For leksa, numra, and morfa-s, the general structure is shared: question is a word with a particular form, answer is a question with a particular form.

Question form:

  • internal question ID, for making menus, etc.?
  • language iso
  • word semantics
  • word morphology
  • context

Answer form:

  • language iso
  • word semantics (usually same)
  • word morphology (leksa: usually lemma, morfa-s: cases, tense, etc)
  • context

Some of the ideas here exist in NDS (context-dependent question context)

Database

As far as django is concerned, there should be a separate lexicon/morphology database from user and login data.

It should be possible to install wordforms as a separate part of the process:

  • Example: the word structure, semantics, and Morfa-C exercises all do not need to be updated, but wordforms have changed and need to be replaced
  • Example: wordforms are fine, but Morfa-S or Leksa question/answer pairs have changed
  • Example: wordforms are fine, but Morfa-C has a new question, or a changed question
  • Example: wordforms are fine, questions are fine, but semantic sets need to be changed
  • Example: maybe more ideas ...

An option is using the FSTs "live", and only caching the last forms generated, unless the FST changes. Forms would be incrementally updated as users request them, and an install process could install only the word metadata structure, which should make the install process faster. Typically, unless the FST is very slow, these lookups can happen very quickly.
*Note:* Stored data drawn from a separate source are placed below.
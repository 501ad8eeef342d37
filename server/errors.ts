import type { ErrorCode } from '../shared/errors';

const statusByCode: Record<ErrorCode, number> = {
  validation: 400,
  unauthenticated: 401,
  forbidden: 403,
  not_found: 404,
  conflict: 409,
  gone: 410,
  payload_too_large: 413,
  rate_limited: 429,
  internal: 500,
};

/** The one error type the server throws on purpose; the error handler turns it into JSON. */
export class AppError extends Error {
  override name = 'AppError';
  readonly status: number;

  constructor(
    readonly code: ErrorCode,
    message: string,
    readonly fields?: Record<string, string>,
  ) {
    super(message);
    this.status = statusByCode[code];
  }

  static notFound(what = 'Not found'): AppError {
    return new AppError('not_found', what);
  }
}
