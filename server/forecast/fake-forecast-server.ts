/**
 * A local stand-in for the hosted forecast service, so that `npm start` and the tests never reach
 * out of the machine. It answers `GET /v1/forecast` on 127.0.0.1 in the service's own JSON format
 * (the names documented at https://open-meteo.com/en/docs, see ./open-meteo.ts) with invented
 * data: deterministic for a position (rounded to 0.01 deg) and an hour, varying smoothly from hour
 * to hour and from place to place, so every run shows the same skies.
 *
 * It honours `latitude`, `longitude`, `hourly` (only the variables asked for come back),
 * `forecast_days` (0..16, default 7), `wind_speed_unit` (kmh, ms, mph, kn) and `timezone` (GMT or
 * UTC only); hours start at 00:00 UTC of the fake's "today". Bad parameters answer 400 with
 * `{ "error": true, "reason": ... }` as the service does.
 *
 * Test controls on the returned handle: answer 500, a malformed body (not JSON, or JSON of the
 * wrong shape), or hang (never answer) for the next n requests or until told otherwise; a fixed
 * sky (the same values, e.g. 10 % cloud, at every hour and place, until cleared); and a request
 * counter. With `httpControls`, the same controls are at `POST /__fake/mode`,
 * `POST /__fake/sky?cloud_cover=..` (no values: back to the invented skies) and
 * `GET /__fake/state`, for tests that run the app in another process.
 *
 * Run alone: `node --import tsx server/forecast/fake-forecast-server.ts [port]` (0 picks a free port).
 */
import type { Server, ServerResponse } from 'node:http';
import { pathToFileURL } from 'node:url';
import { resolve } from 'node:path';
import express, { type Express, type Request, type Response } from 'express';
import { dewPointC } from '../../shared/outlook';
import { MS_PER_DAY, MS_PER_HOUR } from '../../shared/units';
import { FORECAST_HOURLY_VARIABLES, type ForecastHourlyVariable } from './open-meteo';

/** How the fake answers. */
export const fakeForecastModes = ['ok', 'error-500', 'malformed-json', 'malformed-shape', 'hang'] as const;
export type FakeForecastMode = (typeof fakeForecastModes)[number];

/** Most forecast days the service gives (its documented limit). */
const MAX_FORECAST_DAYS = 16;
const DEFAULT_FORECAST_DAYS = 7;

/** Units of the variables in the service's spelling; wind speeds follow wind_speed_unit. */
const UNITS: Record<ForecastHourlyVariable, string> = {
  cloud_cover: '%',
  cloud_cover_low: '%',
  cloud_cover_mid: '%',
  cloud_cover_high: '%',
  precipitation_probability: '%',
  wind_speed_10m: 'km/h',
  wind_gusts_10m: 'km/h',
  relative_humidity_2m: '%',
  temperature_2m: '°C',
  dew_point_2m: '°C',
};

/** wind_speed_unit: the unit's label in hourly_units (the labels are the fake's own) and the factor from m/s. */
const WIND_UNITS: Record<string, { unit: string; perMs: number }> = {
  kmh: { unit: 'km/h', perMs: 3.6 },
  ms: { unit: 'm/s', perMs: 1 },
  mph: { unit: 'mph', perMs: 3600 / 1609.344 },
  kn: { unit: 'kn', perMs: 3600 / 1852 },
};

/**
 * FNV-1a, 32 bit, of a string, as a number in [0, 1). A tiny hash of our own: the fake only needs
 * repeatable noise, not a cryptographic or widely shared function.
 */
function unitHash(text: string): number {
  let h = 0x811c9dc5;
  for (let i = 0; i < text.length; i += 1) {
    h ^= text.charCodeAt(i);
    h = Math.imul(h, 0x01000193);
  }
  return (h >>> 0) / 4294967296;
}

/** Smooth value noise in [0, 1): random values every `stepHours`, eased in between. */
function smoothNoise(seed: string, hourIndex: number, stepHours: number): number {
  const k = Math.floor(hourIndex / stepHours);
  const f = (hourIndex - k * stepHours) / stepHours;
  const ease = f * f * (3 - 2 * f);
  const a = unitHash(`${seed}|${k}`);
  const b = unitHash(`${seed}|${k + 1}`);
  return a + (b - a) * ease;
}
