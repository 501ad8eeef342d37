import { spawnSync } from 'node:child_process';
import { existsSync, readdirSync, statSync } from 'node:fs';
import { join } from 'node:path';

const CLIENT_SOURCES = ['src', 'shared', 'public', 'index.html', 'vite.config.ts', 'package-lock.json'];

function newestMtimeMs(path: string): number {
  if (!existsSync(path)) return 0;
  const stat = statSync(path);
  if (!stat.isDirectory()) return stat.mtimeMs;
  let newest = stat.mtimeMs;
  for (const entry of readdirSync(path)) newest = Math.max(newest, newestMtimeMs(join(path, entry)));
  return newest;
}

/** True when dist/index.html is missing or older than any client source. */
export function isClientBuildStale(root: string, outDir = join(root, 'dist')): boolean {
  const built = join(outDir, 'index.html');
  if (!existsSync(built)) return true;
  const builtAt = statSync(built).mtimeMs;
  return CLIENT_SOURCES.some((p) => newestMtimeMs(join(root, p)) > builtAt);
}

/** Runs `vite build` into outDir; throws when it fails. */
export function buildClient(root: string, outDir = join(root, 'dist'), options: { quiet?: boolean } = {}): void {
  const vite = join(root, 'node_modules', '.bin', 'vite');
  const result = spawnSync(vite, ['build', '--outDir', outDir, '--emptyOutDir'], { cwd: root, stdio: options.quiet ? 'pipe' : 'inherit', encoding: 'utf8' });
  if (result.status !== 0) throw new Error(`vite build failed (exit ${result.status})\n${result.stderr ?? ''}`);
}
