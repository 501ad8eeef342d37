import type { z } from 'zod';
import { fieldErrorsFromZod, type ErrorCode } from '../shared/errors';

const statusByCode: Record<ErrorCode, number> = {
  validation: 400,
  unauthenticated: 401,
  forbidden: 403,
  not_found: 404,
  conflict: 409,
  gone: 410,
  payload_too_large: 413,
  rate_limited: 429,
  internal: 500,
};

/** The one error type the server throws on purpose; the error handler turns it into JSON. */
export class AppError extends Error {
  override name = 'AppError';
  readonly status: number;

  constructor(
    readonly code: ErrorCode,
    message: string,
    readonly fields?: Record<string, string>,
  ) {
    super(message);
    this.status = statusByCode[code];
  }

  static notFound(what = 'Not found'): AppError {
    return new AppError('not_found', what);
  }
}

/** Parses `source` with the schema or throws a 400 with per-field messages (for routes and services). */
export function parseOrThrow<S extends z.ZodType>(schema: S, source: unknown): z.infer<S> {
  const result = schema.safeParse(source);
  if (!result.success) {
    throw new AppError('validation', 'Some fields need attention', fieldErrorsFromZod(result.error));
  }
  return result.data;
}
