import type { Server } from 'node:http';
import type { Express } from 'express';
import { pathToFileURL } from 'node:url';
import { resolve } from 'node:path';
import { createApp, watchSchedulerOf } from './app';
import { loadConfig, ConfigError, type Config } from './config';
import { openDatabase, type Database } from './db/database';
import { SmtpFake } from './mail/smtp-fake';

export interface RunningServer {
  url: string;
  server: Server;
  database: Database;
  /** The Express app being served. */
  app: Express;
  /** The config the app runs with (SMTP_URL points at the local fake when it runs). */
  config: Config;
  /** The local SMTP fake, when this start runs it. */
  smtpFake?: SmtpFake;
  close(): Promise<void>;
}

export interface StartOptions {
  config: Config;
  databaseUrl: string;
  jwtSecret: string;
  clientDir?: string;
  /** Without SMTP_URL, run the local SMTP fake on 127.0.0.1:SMTP_FAKE_PORT and send watch e-mails there. */
  smtpFake?: boolean;
}

/** Starts the SMTP fake, with a clear message when its port is taken. */
async function startSmtpFake(port: number): Promise<SmtpFake> {
  const fake = new SmtpFake({ port });
  try {
    await fake.start();
  } catch (error) {
    const code = (error as { code?: string }).code;
    throw new ConfigError(code === 'EADDRINUSE'
      ? `The local SMTP fake cannot listen on 127.0.0.1:${port}: the port is in use. Set SMTP_FAKE_PORT to a free port (or SMTP_URL to a real mail server).`
      : `The local SMTP fake could not start on 127.0.0.1:${port}: ${(error as Error).message}`);
  }
  return fake;
}

/**
 * Connects to the database (migrating it), then serves API + client on config.host:config.port;
 * starts the watch scheduler when watches are on and there is a mail server to send to.
 */
export async function startServer({ config: given, databaseUrl, jwtSecret, clientDir, smtpFake: wantFake }: StartOptions): Promise<RunningServer> {
  const database = await openDatabase(databaseUrl);
  let config = given;
  let smtpFake: SmtpFake | undefined;
  let app: ReturnType<typeof createApp> | undefined;
  let server: Server | undefined;
  try {
    if (wantFake && !config.smtpUrl) {
      smtpFake = await startSmtpFake(config.smtpFakePort);
      config = { ...config, smtpUrl: smtpFake.url };
    }
    app = createApp({ config, sequelize: database.sequelize, jwtSecret, clientDir });
    const application = app;
    server = await new Promise<Server>((resolveServer, reject) => {
      const s = application.listen(config.port, config.host, () => resolveServer(s));
      s.on('error', reject);
    });
    if (config.watchesEnabled && config.smtpUrl) await watchSchedulerOf(app).start();
    else if (config.watchesEnabled) console.warn('Watch e-mails are off: set SMTP_URL to a mail server (npm start runs a local fake when it is unset).');
  } catch (error) {
    server?.close();
    await (app?.locals.shutdown as (() => Promise<void>) | undefined)?.().catch(() => undefined);
    await smtpFake?.stop().catch(() => undefined);
    await database.close().catch(() => undefined);
    throw error;
  }
  const started = app;
  const listening = server;
  const address = listening.address();
  const port = typeof address === 'object' && address ? address.port : config.port;
  let closing: Promise<void> | undefined;
  return {
    url: `http://${config.host}:${port}`,
    server: listening,
    app: started,
    database,
    config,
    smtpFake,
    close() {
      closing ??= (async () => {
        await new Promise<void>((r) => { listening.close(() => r()); listening.closeAllConnections(); });
        // Stops the watch scheduler (running sends get a few seconds), the mailer and the engine pool.
        await (started.locals.shutdown as (() => Promise<void>) | undefined)?.();
        await smtpFake?.stop();
        await database.close();
      })();
      return closing;
    },
  };
}

/** Stops cleanly on SIGINT/SIGTERM and logs what would otherwise vanish. */
export function installProcessHandlers(shutdown: () => Promise<void>): void {
  let stopping = false;
  const onSignal = (signal: string) => {
    if (stopping) return;
    stopping = true;
    console.log(`\n${signal} received: stopping...`);
    shutdown().then(() => process.exit(0), (error) => { console.error(error); process.exit(1); });
  };
  process.on('SIGINT', () => onSignal('SIGINT'));
  process.on('SIGTERM', () => onSignal('SIGTERM'));
  process.on('unhandledRejection', (reason) => { console.error('Unhandled rejection:', reason); });
}

// `npm run serve`: a deployment against an external database (DATABASE_URL and JWT_SECRET required).
if (process.argv[1] && import.meta.url === pathToFileURL(resolve(process.argv[1])).href) {
  try {
    const config = loadConfig();
    if (!config.databaseUrl) throw new ConfigError('DATABASE_URL is required for `npm run serve` (use `npm start` for the embedded database)');
    if (!config.jwtSecret) throw new ConfigError('JWT_SECRET is required for `npm run serve`');
    const running = await startServer({ config, databaseUrl: config.databaseUrl, jwtSecret: config.jwtSecret, clientDir: resolve('dist') });
    console.log(`Gnomon listening on ${running.url}`);
    installProcessHandlers(() => running.close());
  } catch (error) {
    console.error(error instanceof ConfigError ? error.message : error);
    process.exit(1);
  }
}
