/** Why a forecast could not be had. */
export type ForecastFailureKind =
  /** No forecast service is configured (FORECAST_BASE_URL unset). */
  | 'not-configured'
  /** No answer within the timeout. */
  | 'timeout'
  /** The connection failed (refused, reset, DNS). */
  | 'network'
  /** The service answered 5xx (after the retries). */
  | 'server-error'
  /** The service refused the request (4xx, e.g. 400 for a bad parameter or 429 for too many calls). */
  | 'refused'
  /** The service answered 200 with a body we cannot read (not JSON, or not the expected shape). */
  | 'malformed';

/** Plain words for each failure, for the outlook's "unavailable" message. */
const MESSAGES: Record<ForecastFailureKind, string> = {
  'not-configured': 'No forecast service is set up on this server',
  timeout: 'The forecast service did not answer in time',
  network: 'The forecast service could not be reached',
  'server-error': 'The forecast service had a problem',
  refused: 'The forecast service refused the request',
  malformed: 'The forecast service sent an answer that could not be read',
};

/** The one error the forecast client throws: the service is down, slow, refusing or garbled. */
export class ForecastUnavailableError extends Error {
  override name = 'ForecastUnavailableError';

  constructor(
    readonly kind: ForecastFailureKind,
    /** Detail for the log (status, the service's reason, the parse problem); not shown to people. */
    readonly detail?: string,
    readonly status?: number,
    options?: { cause?: unknown },
  ) {
    super(detail ? `${MESSAGES[kind]}: ${detail}` : MESSAGES[kind], options);
  }

  /** The message shown to people in an 'unavailable' outlook. */
  get publicMessage(): string {
    return MESSAGES[this.kind];
  }
}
We can rely on an updated lookup server daemon, which already exists, to speed up this process as well. (See main/ped/lookupserv/)

Install definition

The install process should be defined in some system other than a `bash file, perhaps also .yaml, alongside the systemwide configuration.

User feedback

A button "Report an error" (wrong word form, etc.). The error reports will be saved and the expert (teacher or linguist) decides if it really was an error.

User activity logging

Logging of the activity of all users, not only of those who are logged in.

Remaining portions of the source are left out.